Which lines below include "export"? Copy them all.
*** Opening AVAILABLE RECORDS ***
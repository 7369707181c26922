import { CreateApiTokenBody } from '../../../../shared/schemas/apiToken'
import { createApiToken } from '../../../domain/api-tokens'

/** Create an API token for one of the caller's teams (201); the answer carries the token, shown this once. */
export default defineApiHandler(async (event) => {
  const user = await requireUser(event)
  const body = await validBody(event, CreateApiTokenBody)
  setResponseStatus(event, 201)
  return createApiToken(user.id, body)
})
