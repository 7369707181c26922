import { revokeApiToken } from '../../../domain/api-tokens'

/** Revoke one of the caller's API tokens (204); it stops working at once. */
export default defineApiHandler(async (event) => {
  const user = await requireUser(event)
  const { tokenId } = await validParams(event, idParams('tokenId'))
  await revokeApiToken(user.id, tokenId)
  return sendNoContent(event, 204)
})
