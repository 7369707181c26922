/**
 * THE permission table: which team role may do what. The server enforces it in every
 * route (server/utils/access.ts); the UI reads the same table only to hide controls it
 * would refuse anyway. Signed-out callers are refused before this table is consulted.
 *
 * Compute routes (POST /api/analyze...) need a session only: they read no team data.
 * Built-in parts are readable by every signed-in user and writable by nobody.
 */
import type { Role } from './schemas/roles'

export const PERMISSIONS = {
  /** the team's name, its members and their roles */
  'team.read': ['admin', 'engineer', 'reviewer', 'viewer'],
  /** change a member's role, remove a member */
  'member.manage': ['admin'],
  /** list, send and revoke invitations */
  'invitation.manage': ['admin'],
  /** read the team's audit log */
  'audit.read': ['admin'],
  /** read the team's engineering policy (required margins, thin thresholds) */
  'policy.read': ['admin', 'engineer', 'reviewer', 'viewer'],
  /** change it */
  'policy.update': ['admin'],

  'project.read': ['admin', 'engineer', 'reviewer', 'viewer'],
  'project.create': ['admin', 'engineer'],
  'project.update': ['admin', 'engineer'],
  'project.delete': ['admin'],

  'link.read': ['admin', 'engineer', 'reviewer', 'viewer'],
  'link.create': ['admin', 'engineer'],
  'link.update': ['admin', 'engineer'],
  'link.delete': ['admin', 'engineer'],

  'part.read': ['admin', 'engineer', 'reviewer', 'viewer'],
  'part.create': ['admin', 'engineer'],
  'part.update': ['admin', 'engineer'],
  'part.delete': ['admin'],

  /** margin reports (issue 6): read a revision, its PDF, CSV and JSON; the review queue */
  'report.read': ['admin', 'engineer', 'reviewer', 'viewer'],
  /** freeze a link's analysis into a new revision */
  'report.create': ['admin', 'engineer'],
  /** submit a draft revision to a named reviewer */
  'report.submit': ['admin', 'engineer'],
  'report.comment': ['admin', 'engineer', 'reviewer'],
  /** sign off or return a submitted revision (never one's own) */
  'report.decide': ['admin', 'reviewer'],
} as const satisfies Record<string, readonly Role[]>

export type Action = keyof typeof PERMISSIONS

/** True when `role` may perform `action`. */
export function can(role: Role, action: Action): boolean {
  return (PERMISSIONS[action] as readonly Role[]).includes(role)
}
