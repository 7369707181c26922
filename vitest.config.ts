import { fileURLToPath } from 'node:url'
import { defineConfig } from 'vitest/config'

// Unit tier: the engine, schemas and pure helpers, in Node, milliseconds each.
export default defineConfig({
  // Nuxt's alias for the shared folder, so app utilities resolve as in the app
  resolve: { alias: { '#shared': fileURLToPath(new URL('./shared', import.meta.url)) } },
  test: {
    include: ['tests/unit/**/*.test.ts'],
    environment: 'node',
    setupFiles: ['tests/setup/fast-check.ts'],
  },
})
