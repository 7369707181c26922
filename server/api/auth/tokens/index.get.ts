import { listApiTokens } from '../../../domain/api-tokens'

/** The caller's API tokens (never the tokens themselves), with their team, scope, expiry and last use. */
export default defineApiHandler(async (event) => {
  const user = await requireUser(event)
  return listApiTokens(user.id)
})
*** Closing AVAILABLE RECORDS ***
→ ANSWER FOR THIS EXERCISE
export default defineApiHandler(async (event) => {
export default defineApiHandler(async (event) => {
export const PERMISSIONS = {
export type Action = keyof typeof PERMISSIONS
export function can(role: Role, action: Action): boolean {
export default defineConfig({
export default defineApiHandler(async (event) => {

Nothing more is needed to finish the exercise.